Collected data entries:
* * *

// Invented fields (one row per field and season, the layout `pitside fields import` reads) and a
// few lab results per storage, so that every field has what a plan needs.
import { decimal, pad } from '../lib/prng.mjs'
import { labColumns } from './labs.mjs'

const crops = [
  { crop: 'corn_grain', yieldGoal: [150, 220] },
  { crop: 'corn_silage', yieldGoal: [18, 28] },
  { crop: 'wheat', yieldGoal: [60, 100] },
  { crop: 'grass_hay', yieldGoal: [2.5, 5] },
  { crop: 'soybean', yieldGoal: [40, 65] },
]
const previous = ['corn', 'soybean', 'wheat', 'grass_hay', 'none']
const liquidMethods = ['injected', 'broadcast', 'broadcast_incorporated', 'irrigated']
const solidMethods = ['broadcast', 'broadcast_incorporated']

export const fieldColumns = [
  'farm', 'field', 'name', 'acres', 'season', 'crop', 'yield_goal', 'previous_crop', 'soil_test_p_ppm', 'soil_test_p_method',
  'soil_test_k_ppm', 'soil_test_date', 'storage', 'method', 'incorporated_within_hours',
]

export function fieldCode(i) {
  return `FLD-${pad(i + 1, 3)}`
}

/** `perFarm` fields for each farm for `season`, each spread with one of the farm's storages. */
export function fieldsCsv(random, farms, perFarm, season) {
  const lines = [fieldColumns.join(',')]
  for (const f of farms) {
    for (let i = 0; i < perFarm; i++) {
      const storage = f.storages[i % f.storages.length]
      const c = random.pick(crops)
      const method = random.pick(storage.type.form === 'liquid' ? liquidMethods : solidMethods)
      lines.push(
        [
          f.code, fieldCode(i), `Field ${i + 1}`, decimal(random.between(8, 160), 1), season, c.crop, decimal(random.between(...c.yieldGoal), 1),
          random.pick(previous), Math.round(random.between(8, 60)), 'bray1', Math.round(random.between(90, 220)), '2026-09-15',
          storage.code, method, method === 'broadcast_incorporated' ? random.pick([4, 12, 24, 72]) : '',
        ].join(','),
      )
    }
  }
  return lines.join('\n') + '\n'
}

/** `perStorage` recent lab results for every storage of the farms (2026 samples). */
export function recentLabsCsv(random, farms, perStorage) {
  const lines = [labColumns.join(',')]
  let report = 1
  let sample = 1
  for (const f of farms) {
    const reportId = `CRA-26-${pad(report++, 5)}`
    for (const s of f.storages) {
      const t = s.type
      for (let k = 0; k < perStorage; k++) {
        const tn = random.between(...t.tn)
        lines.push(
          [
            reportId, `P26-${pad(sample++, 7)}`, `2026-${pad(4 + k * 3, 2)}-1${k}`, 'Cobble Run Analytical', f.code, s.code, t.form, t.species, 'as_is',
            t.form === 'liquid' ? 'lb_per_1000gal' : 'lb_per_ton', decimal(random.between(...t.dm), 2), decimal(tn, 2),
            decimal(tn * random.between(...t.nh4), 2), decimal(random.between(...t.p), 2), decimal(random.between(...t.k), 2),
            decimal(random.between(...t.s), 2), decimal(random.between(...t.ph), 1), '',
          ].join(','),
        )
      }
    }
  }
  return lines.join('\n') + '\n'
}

* * *

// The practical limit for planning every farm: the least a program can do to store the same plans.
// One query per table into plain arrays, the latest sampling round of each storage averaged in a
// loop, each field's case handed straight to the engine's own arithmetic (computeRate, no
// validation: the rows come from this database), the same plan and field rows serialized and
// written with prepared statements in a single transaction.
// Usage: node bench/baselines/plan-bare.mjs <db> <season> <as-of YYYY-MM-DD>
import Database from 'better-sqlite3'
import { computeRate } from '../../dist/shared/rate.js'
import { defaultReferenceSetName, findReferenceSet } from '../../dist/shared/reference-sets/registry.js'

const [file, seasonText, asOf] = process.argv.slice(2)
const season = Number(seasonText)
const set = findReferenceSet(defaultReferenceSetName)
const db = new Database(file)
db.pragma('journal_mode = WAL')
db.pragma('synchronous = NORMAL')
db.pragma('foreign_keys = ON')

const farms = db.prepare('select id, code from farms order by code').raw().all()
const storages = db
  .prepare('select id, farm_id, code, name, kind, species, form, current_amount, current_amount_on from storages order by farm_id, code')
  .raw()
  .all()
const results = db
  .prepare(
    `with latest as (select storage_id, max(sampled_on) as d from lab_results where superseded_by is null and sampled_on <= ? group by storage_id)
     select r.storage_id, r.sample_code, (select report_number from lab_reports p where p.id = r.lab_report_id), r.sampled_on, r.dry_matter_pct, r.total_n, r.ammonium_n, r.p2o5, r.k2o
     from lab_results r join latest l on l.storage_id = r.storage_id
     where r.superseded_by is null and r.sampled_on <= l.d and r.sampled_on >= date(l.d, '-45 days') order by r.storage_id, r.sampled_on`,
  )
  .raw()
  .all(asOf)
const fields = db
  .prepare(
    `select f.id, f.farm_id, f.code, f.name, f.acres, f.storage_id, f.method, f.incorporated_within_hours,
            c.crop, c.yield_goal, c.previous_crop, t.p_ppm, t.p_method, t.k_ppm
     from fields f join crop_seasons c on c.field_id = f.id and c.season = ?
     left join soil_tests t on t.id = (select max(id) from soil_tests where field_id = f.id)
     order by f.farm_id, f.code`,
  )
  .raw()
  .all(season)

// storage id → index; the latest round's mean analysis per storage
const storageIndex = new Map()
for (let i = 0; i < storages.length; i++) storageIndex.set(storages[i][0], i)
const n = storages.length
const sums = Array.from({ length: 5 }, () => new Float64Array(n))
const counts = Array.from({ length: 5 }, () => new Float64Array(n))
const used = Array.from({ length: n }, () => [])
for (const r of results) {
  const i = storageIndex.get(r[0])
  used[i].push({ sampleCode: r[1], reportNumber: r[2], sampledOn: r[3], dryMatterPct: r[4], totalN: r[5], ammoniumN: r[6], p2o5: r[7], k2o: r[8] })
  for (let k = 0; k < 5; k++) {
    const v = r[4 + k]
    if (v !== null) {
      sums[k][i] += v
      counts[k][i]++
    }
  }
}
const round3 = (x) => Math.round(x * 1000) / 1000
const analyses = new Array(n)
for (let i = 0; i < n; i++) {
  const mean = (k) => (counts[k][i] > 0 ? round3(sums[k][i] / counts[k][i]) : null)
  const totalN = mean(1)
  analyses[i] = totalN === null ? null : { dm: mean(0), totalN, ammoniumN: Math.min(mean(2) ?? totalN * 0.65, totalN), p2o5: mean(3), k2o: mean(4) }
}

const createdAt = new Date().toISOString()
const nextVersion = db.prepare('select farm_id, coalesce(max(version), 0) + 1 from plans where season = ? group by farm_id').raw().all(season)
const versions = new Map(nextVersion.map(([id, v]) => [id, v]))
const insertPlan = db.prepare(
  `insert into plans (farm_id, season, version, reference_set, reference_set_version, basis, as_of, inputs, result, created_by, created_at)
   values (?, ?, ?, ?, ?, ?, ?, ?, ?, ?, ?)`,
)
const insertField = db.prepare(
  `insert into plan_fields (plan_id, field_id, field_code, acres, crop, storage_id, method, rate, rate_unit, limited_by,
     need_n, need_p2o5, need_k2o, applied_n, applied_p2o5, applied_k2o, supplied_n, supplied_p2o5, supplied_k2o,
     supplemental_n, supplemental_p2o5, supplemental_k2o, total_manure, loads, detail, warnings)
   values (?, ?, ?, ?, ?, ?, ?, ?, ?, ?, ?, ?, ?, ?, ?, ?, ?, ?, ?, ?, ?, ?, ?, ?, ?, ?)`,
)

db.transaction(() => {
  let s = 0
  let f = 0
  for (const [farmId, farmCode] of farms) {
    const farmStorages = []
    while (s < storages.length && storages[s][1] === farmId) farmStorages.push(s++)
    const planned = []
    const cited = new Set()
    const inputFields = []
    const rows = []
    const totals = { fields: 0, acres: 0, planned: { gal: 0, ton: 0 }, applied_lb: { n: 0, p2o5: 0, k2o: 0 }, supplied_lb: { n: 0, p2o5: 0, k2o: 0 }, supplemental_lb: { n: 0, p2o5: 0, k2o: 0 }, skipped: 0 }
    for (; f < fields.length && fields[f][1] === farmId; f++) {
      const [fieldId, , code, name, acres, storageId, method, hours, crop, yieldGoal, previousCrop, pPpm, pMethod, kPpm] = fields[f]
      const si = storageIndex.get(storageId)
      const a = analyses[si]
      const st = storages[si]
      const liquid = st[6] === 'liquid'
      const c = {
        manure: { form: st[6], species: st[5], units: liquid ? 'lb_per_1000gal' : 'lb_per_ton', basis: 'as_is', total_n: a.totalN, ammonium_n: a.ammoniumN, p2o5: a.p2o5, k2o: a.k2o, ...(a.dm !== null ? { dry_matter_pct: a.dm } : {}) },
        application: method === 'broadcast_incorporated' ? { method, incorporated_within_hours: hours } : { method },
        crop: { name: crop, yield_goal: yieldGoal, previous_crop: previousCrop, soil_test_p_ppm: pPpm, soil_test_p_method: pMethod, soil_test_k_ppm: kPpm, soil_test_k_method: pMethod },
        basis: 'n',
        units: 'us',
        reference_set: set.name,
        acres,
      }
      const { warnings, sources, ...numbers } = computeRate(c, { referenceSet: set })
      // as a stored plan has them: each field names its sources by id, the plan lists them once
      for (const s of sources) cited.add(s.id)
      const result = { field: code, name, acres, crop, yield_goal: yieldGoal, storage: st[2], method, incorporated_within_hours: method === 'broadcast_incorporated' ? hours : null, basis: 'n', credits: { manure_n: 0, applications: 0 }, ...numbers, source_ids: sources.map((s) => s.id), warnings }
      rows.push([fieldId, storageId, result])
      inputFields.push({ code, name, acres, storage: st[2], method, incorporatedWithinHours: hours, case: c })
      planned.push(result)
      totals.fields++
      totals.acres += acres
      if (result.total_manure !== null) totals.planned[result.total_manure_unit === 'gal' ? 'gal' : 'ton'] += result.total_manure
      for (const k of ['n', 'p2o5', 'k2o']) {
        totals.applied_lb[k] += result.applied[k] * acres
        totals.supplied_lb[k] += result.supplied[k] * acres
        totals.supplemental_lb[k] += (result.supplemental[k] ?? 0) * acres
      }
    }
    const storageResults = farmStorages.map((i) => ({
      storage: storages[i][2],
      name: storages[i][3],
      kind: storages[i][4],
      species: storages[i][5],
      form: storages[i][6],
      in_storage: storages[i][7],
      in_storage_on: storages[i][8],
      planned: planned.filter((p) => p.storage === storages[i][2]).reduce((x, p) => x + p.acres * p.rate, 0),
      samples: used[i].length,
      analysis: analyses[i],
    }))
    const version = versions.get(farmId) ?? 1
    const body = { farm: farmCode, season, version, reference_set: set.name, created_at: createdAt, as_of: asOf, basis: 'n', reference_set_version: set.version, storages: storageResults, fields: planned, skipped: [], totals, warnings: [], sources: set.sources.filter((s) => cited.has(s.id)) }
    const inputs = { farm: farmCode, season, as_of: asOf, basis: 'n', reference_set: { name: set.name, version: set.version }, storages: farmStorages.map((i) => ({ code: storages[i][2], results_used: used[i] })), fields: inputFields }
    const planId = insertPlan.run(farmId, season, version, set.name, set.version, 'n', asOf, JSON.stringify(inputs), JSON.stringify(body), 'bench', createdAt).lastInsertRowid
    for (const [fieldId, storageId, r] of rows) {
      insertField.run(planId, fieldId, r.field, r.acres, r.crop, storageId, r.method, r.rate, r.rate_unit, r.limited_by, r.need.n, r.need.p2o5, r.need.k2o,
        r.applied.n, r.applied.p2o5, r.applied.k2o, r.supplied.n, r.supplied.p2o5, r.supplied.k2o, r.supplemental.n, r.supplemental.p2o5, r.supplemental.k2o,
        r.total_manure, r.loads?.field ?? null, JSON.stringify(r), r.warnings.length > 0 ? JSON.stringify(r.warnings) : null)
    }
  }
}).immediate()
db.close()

* * *

> What you will do
All lines above from the one with "group by storage_id)" to the one with "where r.superseded_by is", inclusive, should be copied exactly, and no other lines.

> Answer for this exercise
    `with latest as (select storage_id, max(sampled_on) as d from lab_results where superseded_by is null and sampled_on <= ? group by storage_id)
     select r.storage_id, r.sample_code, (select report_number from lab_reports p where p.id = r.lab_report_id), r.sampled_on, r.dry_matter_pct, r.total_n, r.ammonium_n, r.p2o5, r.k2o
     from lab_results r join latest l on l.storage_id = r.storage_id
     where r.superseded_by is null and r.sampled_on <= l.d and r.sampled_on >= date(l.d, '-45 days') order by r.storage_id, r.sampled_on`,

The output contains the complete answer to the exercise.